Half-life shift
The half-value layer or half-value thickness is the thickness of a penetrated material which, in the case of electromagnetic radiation such as gamma or X-ray radiation , reduces the radiation intensity - and thus in particular the dose rate - by half. Like the absorption coefficient, the half-value thickness depends on the specific properties of the material and the photon energy of the incident radiation.
The half-value thickness can only be used for the approximate dimensioning of simple shielding , since various physical effects ( e.g. dose build-up , scattering , Skyshine effects ) are not taken into account. Exact results require, for example, Monte Carlo simulations or transport calculations (numerical calculations based on Boltzmann's transport equation ).

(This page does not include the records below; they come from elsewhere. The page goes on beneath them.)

import { assert, property, uint8Array, boolean } from 'fast-check';
import { readMessage } from '@/server/ingest/read-message';

const now = Date.UTC(2031, 1, 14, 20);
const read = (text: string, mapping: Partial<Parameters<typeof readMessage>[1]> = {}, retained = false) =>
  readMessage({ payload: Buffer.from(text), retained }, { valuePath: null, time: null, ...mapping }, now);

test('a bare number is stamped as it arrives', () => {
  expect(read(' 21.375\n')).toEqual({ utcMs: now, value: 21.375 });
  expect(read('-1e-3')).toEqual({ utcMs: now, value: -0.001 });
});

test('a number in JSON, with its own time in each form', () => {
  const text = '{"t": "2031-02-14T19:59:59.5Z", "s": 1928865599.25, "ms": 1928865599750, "values": [{"v": 3}, {"v": "4.5"}]}';
  const value = { valuePath: 'values[1].v' };
  expect(read(text, value)).toEqual({ utcMs: now, value: 4.5 });
  expect(read(text, { ...value, time: { path: 't', form: 'iso' } })).toEqual({ utcMs: now - 500, value: 4.5 });
  expect(read(text, { ...value, time: { path: 'ms', form: 'ms' } })).toEqual({ utcMs: 1928865599750, value: 4.5 });
  expect(read(text, { ...value, time: { path: 's', form: 's' } })).toEqual({ utcMs: 1928865599250, value: 4.5 });
});

test('a stamp in microseconds loses none of them', () => {
  const timed = { valuePath: 'v', time: { path: 't', form: 'us' as const } };
  for (const us of [1_928_865_599_000_001, 1_928_865_599_750_123, 1_928_865_599_999_999]) {
    const found = read(`{"v": 1, "t": ${String(us)}}`, timed);
    expect(typeof found === 'string' ? found : Math.round(found.utcMs * 1000)).toBe(us);
  }
  expect(read('{"v": 1, "t": "now"}', timed)).toMatch(/a number of microseconds since 1970 is needed/);
});

test('a kept message counts only with its own time', () => {
  expect(read('3', {}, true)).toMatch(/kept by the broker from before/);
  const timed = { valuePath: 'v', time: { path: 't', form: 'iso' as const } };
  expect(read('{"v": 3, "t": "2031-02-14T19:00:00Z"}', timed, true)).toEqual({ utcMs: now - 3_600_000, value: 3 });
});

test.each([
  ['21,5', {}, /finite number with a decimal point/],
  ['', {}, /finite number/],
  ['0x10', {}, /finite number/],
  ['NaN', {}, /finite number/],
  ['1e999', {}, /finite number/],
  ['not json', { valuePath: 'v' }, /is not JSON/],
  ['{"v": null}', { valuePath: 'v' }, /has at v null/],
  ['{"v": true}', { valuePath: 'v' }, /has at v true/],
  ['{}', { valuePath: '__proto__.v' }, /has at __proto__.v nothing/],
  ['{"v": 1}', { valuePath: 'v', time: { path: 't', form: 'iso' as const } }, /has at t nothing; UTC as/],
  ['{"v": 1, "t": "2031-02-14T20:02:00Z"}', { valuePath: 'v', time: { path: 't', form: 'iso' as const } }, /120 s in the future/],
  ['9'.repeat(70_000), {}, /longer than 64 KiB/],
])('%.40s is refused in words', (text, mapping, reason) => {
  expect(read(text, mapping)).toMatch(reason);
});

test('any bytes give a finite sample or a sentence', () => {
  assert(
    property(uint8Array({ maxLength: 200 }), boolean(), (payload, json) => {
      const found = readMessage({ payload, retained: false }, { valuePath: json ? 'v' : null, time: null }, now);
      return typeof found === 'string' ? found.length > 0 : Number.isFinite(found.value);
    }),
    { numRuns: 500 },
  );
});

The term tenth value thickness be considered as analogous: traversing this thickness reduces the intensity to one-tenth of the original value.
Exponential decrease with the penetration depth
In contrast to alpha and beta radiation, gamma radiation does not have a maximum range . The intensity of the gamma radiation is continuously weakened as it passes through matter.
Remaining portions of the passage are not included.